33. The apparatus of claim 32, embodied as one or more of a
handheld mobile device, a mobile phone, a laptop or notebook
computer, a personal digital assistant, a smart phone, a media
player, a netbook, and a book reader.
34. A computer program product encoded in non-transitory media and
including instructions executable to implement a synthetic wind
instrument on a portable computing device having a multi-sensor
user-machine interface, the computer program product encoding and
comprising: instructions executable to capture user gestures from
data sampled from plural of the multiple sensors including a
microphone and a multi-touch sensitive display, wherein the user
gestures are indicative of user manipulation of controls of the
wind instrument, and further executable to encode a gesture stream
for a performance of the user by parameterizing at least a subset
of events captured from the plural sensors, further instructions
executable to audibly render the performance on the portable
computing device using the encoded gesture stream as an input to a
digital synthesis of the musical instrument.

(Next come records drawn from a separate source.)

"""How records show themselves in a notebook: a small table, rounded by the one rule, warnings below it.

`notebook_html` takes any record of `records.py`; the records call it from their `_repr_html_`.
"""

from __future__ import annotations

import dataclasses
from collections.abc import Mapping
from typing import Any

from markupsafe import Markup

from ..records import Doubt, Inertia, Measurement, Path, Quantity, Stopwatch, Swing
from .layout import Rows
from .rounding import bare, show
from .text import inertia_rows, path_rows, stopwatch_rows, swing_rows
from .units import shown_in

MOST_ROWS = 30


def notebook_html(record: Any) -> str:
    """A record as a table in HTML; everything in it is escaped.

    Examples
    --------
    >>> notebook_html(Quantity(1.128403, 0.0001234, "s"))
    '<span>1.12840 ± 0.00012 s</span>'
    """
    if isinstance(record, Quantity):
        return str(Markup("<span>{}</span>").format(_quantity(record)))
    rows = _rows(record)
    body = Markup("").join(
        Markup(
            '<tr><th scope="row" style="text-align:left;font-weight:normal">{}</th><td style="text-align:left">{}</td></tr>'
        ).format(name, text)
        for name, text in rows[:MOST_ROWS]
    )
    table = Markup("<table><caption>{}</caption><tbody>{}</tbody></table>").format(_title(record), body)
    return str(table + _warnings(getattr(record, "doubts", ())))


def _rows(record: Any) -> Rows:
    if isinstance(record, Measurement):
        parts = (record.inertia, record.swing, record.path, record.stopwatch)
        return [row for part in parts if part is not None for row in _rows(part)]
    if isinstance(record, Inertia):
        return inertia_rows(record)
    if isinstance(record, Swing):
        return swing_rows(record)
    if isinstance(record, Stopwatch):
        return stopwatch_rows(record)
    if isinstance(record, Path):
        return [("frames", str(len(record.t_s))), *path_rows(record)]
    return [
        (field.name.replace("_", " "), _any(getattr(record, field.name)))
        for field in dataclasses.fields(record)
    ]


def _any(value: Any) -> str:
    """What a field holds, in a few words."""
    if isinstance(value, Quantity):
        return _quantity(value)
    if isinstance(value, float):
        return bare(value, 6)
    if isinstance(value, Mapping):
        return "; ".join(f"{key}: {_any(entry)}" for key, entry in value.items())
    if hasattr(value, "shape"):
        return f"array {value.shape}"
    if dataclasses.is_dataclass(value):
        return type(value).__name__
    if isinstance(value, tuple):
        return ", ".join(_any(entry) for entry in value) if len(value) <= 6 else f"{len(value)} entries"
    return str(value)


def _quantity(quantity: Quantity) -> str:
    unit, scale = shown_in(quantity.unit, quantity.value)
    return show(quantity, unit, scale=scale)


def _title(record: Any) -> str:
    if isinstance(record, Measurement) and record.rig is not None:
        return record.rig.article.name
    return type(record).__name__


def _warnings(doubts: tuple[Doubt, ...]) -> Markup:
    if not doubts:
        return Markup("")
    lines = (Markup("<li><b>{}</b> {} <i>({})</i></li>").format(d.message, d.advice, d.code) for d in doubts)
    return Markup("<ul>{}</ul>").format(Markup("").join(lines))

35. The computer program product of claim 34, further encoding and
comprising: further instructions executable to effectively
compresses the sampled data for transmission via a communications
interface by substantially eliminating duplicative states
maintained across multiple samples of user manipulation state and
instead coding performance time elapsed between events of the
parameterized subset, the compressed sampled data forming at least
a portion of the encoded gesture stream.
36. The computer program product of claim 35, wherein the
transmitted gesture stream is geocoded, and further encoding and
comprising further instructions executable to display a geographic
origin for, and in correspondence with audible rendering of, a
third performance encoded as a third gesture stream received via
the communications interface directly or indirectly from a third
remote device.
37. The apparatus of claim 32, further comprising: a communications
interface suitable for transmitting the encoded gesture stream for
rendering of the performance on a remote device, wherein the
encoded gesture stream effectively compresses the sampled data by
substantially eliminating duplicative states maintained across
multiple samples of user manipulation state and instead coding
performance time elapsed between events of the parameterized
subset.
38. The apparatus of claim 37, wherein the transmitted gesture
stream is geocoded, and wherein the machine readable code is
further executable to display a geographic origin for, and in
correspondence with audible rendering of, a third performance
encoded as a third gesture stream received via the communications
interface directly or indirectly from a third remote device.
39. The method of claim 1, wherein the encoded gesture stream
effectively compresses the sampled data by substantially
eliminating duplicative states maintained across multiple samples
of user manipulation state and instead coding performance time
elapsed between events of the parameterized subset.
40. The method of claim 3, wherein the digital synthesis includes a
model of acoustic response for one of: a flute-type wind
instrument; and a trombone-type wind instrument.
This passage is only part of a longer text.